package identify

import (
	"fmt"
	"math"
	"slices"

	"gainwright/tune/trace"
)

// Coast is what one coast-down with the winding open tells. Without current the
// motor obeys J·dω/dt = −T0 − b·ω, so the two numbers are T0/J and b/J: torques
// themselves need the inertia.
type Coast struct {
	Dry, DrySD         float64 // rad/s², dry friction over inertia: the straight part
	Viscous, ViscousSD float64 // 1/s, viscous friction over inertia: the curve
	Start, End         float64 // rad/s, magnitudes over which it was fitted
	RMSE               float64 // rad/s
	Bend               float64 // standard deviations that a quadratic in speed is away from none
	N                  int
	Direction          float64 // +1 or −1
}

// Shares of the starting speed between which a coast-down is fitted: below the
// lower one friction rises again towards breakaway (common practice, no source).
const (
	coastFrom  = 0.97
	coastTo    = 0.12
	coastLeast = 20 // samples
	coastSteps = 4  // of the reported speed that the slowest sample used must have
)

// coastGrid are rates c tried, times the length of the record.
var coastGrid = []float64{-2, -1, -0.5, 0, 0.5, 1, 1.5, 2, 3, 4, 6, 8, 12, 16, 24, 36, 60}

// FitCoast fits the speed of one coast-down: the last part of the trace in which
// the voltage is zero. The solution of the equation above is
//
//	ω(t) = ω0·e^(−ct) − a·(1 − e^(−ct))/c  with a = T0/J, c = b/J
//
// linear in ω0 and a, so that only c is searched. Standard deviations allow for
// coloured residuals. The error wraps ErrData.
func FitCoast(tr *trace.Trace) (Coast, error) {
	if err := tr.Validate(); err != nil {
		return Coast{}, err
	}
	t, y, dir, err := coastPart(tr)
	if err != nil {
		return Coast{}, err
	}
	out := Coast{Start: y[0], End: y[len(y)-1], N: len(y), Direction: dir}
	long := t[len(t)-1]
	// The cost in c is smooth and has one minimum: a grid finds its valley, and
	// thirds of it close in.
	cost := func(c float64) float64 {
		_, _, rss := coastLinear(t, y, c)
		return rss
	}
	best, lowest := 1, math.Inf(1)
	for i := 1; i < len(coastGrid)-1; i++ {
		if v := cost(coastGrid[i] / long); v < lowest {
			best, lowest = i, v
		}
	}
	lo, hi := coastGrid[best-1]/long, coastGrid[best+1]/long
	for range 32 {
		a, b := lo+(hi-lo)/3, hi-(hi-lo)/3
		if cost(a) < cost(b) {
			hi = b
		} else {
			lo = a
		}
	}
	c := (lo + hi) / 2
	w0, a, rss := coastLinear(t, y, c)
	out.Dry, out.Viscous = a, c
	out.RMSE = math.Sqrt(rss / float64(len(y)))
	var jac, res []float64
	for i := range t {
		e, phi, slope := coastTerms(t[i], c)
		jac = append(jac, e, -phi, -t[i]*w0*e-a*slope)
		res = append(res, y[i]-w0*e+a*phi)
	}
	pt := NewPoint(3)
	Compress(slices.Clone(jac), 3, slices.Clone(res), pt)
	if pt.dependent() {
		return out, fmt.Errorf("%w: the coast-down is too short to tell dry from viscous friction", ErrData)
	}
	cov, grow := pt.Covariance(), longRun(res)
	s2 := rss / float64(len(y)-3) * grow
	out.DrySD, out.ViscousSD = math.Sqrt(cov[4]*s2), math.Sqrt(cov[8]*s2)
	out.Bend = coastBend(t, y, res, jac)
	return out, nil
}

// coastPart cuts the samples that are fitted: time from their first, speed as a
// magnitude.
func coastPart(tr *trace.Trace) (t, y []float64, dir float64, err error) {
	n := tr.Len()
	off := n
	for off > 0 && tr.Voltage[off-1] == 0 {
		off--
	}
	if off >= n-coastLeast {
		return nil, nil, 0, fmt.Errorf("%w: %d samples with the output off, at least %d are needed", ErrData, n-off, coastLeast)
	}
	top := 0.0
	for _, w := range tr.Speed[off:] {
		if math.Abs(w) > math.Abs(top) {
			top = w
		}
	}
	dir = math.Copysign(1, top)
	low := coastTo * math.Abs(top)
	if tr.Window > 0 {
		low = math.Max(low, coastSteps*tr.RadPerCount/tr.Window)
	}
	begun := false
	for i := off; i < n; i++ {
		w := tr.Speed[i] * dir
		if tr.Time[i]-tr.Time[off] < 2*tr.Window || !begun && w > coastFrom*math.Abs(top) && tr.Time[i]-tr.Time[off] < 0.02 {
			continue
		}
		if w < low {
			break
		}
		begun = true
		if tr.At(i) != trace.Used {
			continue
		}
		t, y = append(t, tr.Time[i]), append(y, w)
	}
	if len(t) < coastLeast {
		return nil, nil, dir, fmt.Errorf("%w: the shaft comes to rest within %d samples: too quick for a coast-down, or the winding is shorted when off", ErrData, len(t))
	}
	t0 := t[0]
	for i := range t {
		t[i] -= t0
	}
	return t, y, dir, nil
}

// coastTerms returns e^(−ct), (1 − e^(−ct))/c and the derivative of the second by c.
func coastTerms(t, c float64) (e, phi, slope float64) {
	e = math.Exp(-c * t)
	if math.Abs(c*t) < 1e-3 {
		x := c * t
		return e, t * (1 - x/2 + x*x/6), t * t * (-0.5 + x/3 - x*x/8)
	}
	phi = -math.Expm1(-c*t) / c
	return e, phi, (t*e - phi) / c
}

func coastLinear(t, y []float64, c float64) (w0, a, rss float64) {
	var ee, ep, pp, ye, yp, yy float64
	for i := range t {
		e, p, _ := coastTerms(t[i], c)
		p = -p
		ee, ep, pp = ee+e*e, ep+e*p, pp+p*p
		ye, yp, yy = ye+y[i]*e, yp+y[i]*p, yy+y[i]*y[i]
	}
	det := ee*pp - ep*ep
	if !(det > 0) {
		return 0, 0, math.Inf(1)
	}
	w0, a = (ye*pp-yp*ep)/det, (yp*ee-ye*ep)/det
	for i := range t {
		e, p, _ := coastTerms(t[i], c)
		r := y[i] - w0*e + a*p
		rss += r * r
	}
	return w0, a, rss
}

// coastBend tests for drag that grows with the square of the speed (a fan, air):
// the response of dω/dt = −x·ω² as one more column, with what the fit can explain
// taken out of it.
func coastBend(t, y, res, jac []float64) float64 {
	col, sum := make([]float64, len(t)), 0.0
	for i := 1; i < len(t); i++ {
		sum += (t[i] - t[i-1]) * (y[i]*y[i] + y[i-1]*y[i-1]) / 2
		col[i] = -sum
	}
	pt := NewPoint(3)
	Compress(slices.Clone(jac), 3, slices.Clone(col), pt)
	x := make([]float64, 3)
	if !backSubstitute(pt.R, 3, 3, pt.Qtr, x) {
		return 0
	}
	var cc, cr float64
	for i := range col {
		col[i] -= jac[3*i]*x[0] + jac[3*i+1]*x[1] + jac[3*i+2]*x[2]
		cc, cr = cc+col[i]*col[i], cr+col[i]*res[i]
	}
	if !(cc > 0) {
		return 0
	}
	rest, rss := make([]float64, len(res)), 0.0
	for i := range res {
		rest[i] = res[i] - cr/cc*col[i]
		rss += rest[i] * rest[i]
	}
	return cr / math.Sqrt(cc*rss/float64(len(res)-4)*longRun(rest))
}

// longRun is the factor on the variance of a mean that coloured residuals cost:
// 1 + 2·Σρk up to the first correlation that is not above zero, never under 1.
func longRun(res []float64) float64 {
	m, v := 0.0, 0.0
	for _, r := range res {
		m += r / float64(len(res))
	}
	for _, r := range res {
		v += (r - m) * (r - m)
	}
	if !(v > 0) {
		return 1
	}
	f := 1.0
	for k := 1; k < len(res)/4; k++ {
		c := 0.0
		for i := k; i < len(res); i++ {
			c += (res[i] - m) * (res[i-k] - m)
		}
		if c <= 0 {
			break
		}
		f += 2 * c / v
	}
	return f
}

// Mean is a weighted mean of repeats with its standard deviation, never smaller
// than what the scatter of the repeats says. Spread is the scatter over what the
// repeats' own standard deviations would give, about 1 where all is well.
type Mean struct {
	Value, SD, Spread float64
	N                 int
}

// MeanOf combines repeats. With sd nil or one of them 0 all weigh the same.
func MeanOf(values, sd []float64) Mean {
	m := Mean{N: len(values), SD: math.NaN(), Spread: math.NaN()}
	if m.N == 0 {
		m.Value = math.NaN()
		return m
	}
	sum := 0.0
	w := make([]float64, m.N)
	known := len(sd) == m.N
	for _, s := range sd {
		known = known && s > 0 && finite(s)
	}
	for i := range values {
		w[i] = 1
		if known {
			w[i] = 1 / (sd[i] * sd[i])
		}
		sum += w[i]
		m.Value += w[i] * values[i]
	}
	m.Value /= sum
	if known {
		m.SD = math.Sqrt(1 / sum)
	}
	if m.N > 1 {
		chi := 0.0
		for i := range values {
			chi += w[i] * (values[i] - m.Value) * (values[i] - m.Value)
		}
		scatter := math.Sqrt(chi / float64(m.N-1) / sum)
		if known {
			m.Spread = scatter / m.SD
		}
		if !(m.SD > scatter) {
			m.SD = scatter
		}
	}
	return m
}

....

## What is being asked
All lines above from the one holding "if off >= n-coastLeast" to the one holding "for i := off;", inclusive, are to be copied exactly; no other line is wanted.

## Written response
	if off >= n-coastLeast {
		return nil, nil, 0, fmt.Errorf("%w: %d samples with the output off, at least %d are needed", ErrData, n-off, coastLeast)
	}
	top := 0.0
	for _, w := range tr.Speed[off:] {
		if math.Abs(w) > math.Abs(top) {
			top = w
		}
	}
	dir = math.Copysign(1, top)
	low := coastTo * math.Abs(top)
	if tr.Window > 0 {
		low = math.Max(low, coastSteps*tr.RadPerCount/tr.Window)
	}
	begun := false
	for i := off; i < n; i++ {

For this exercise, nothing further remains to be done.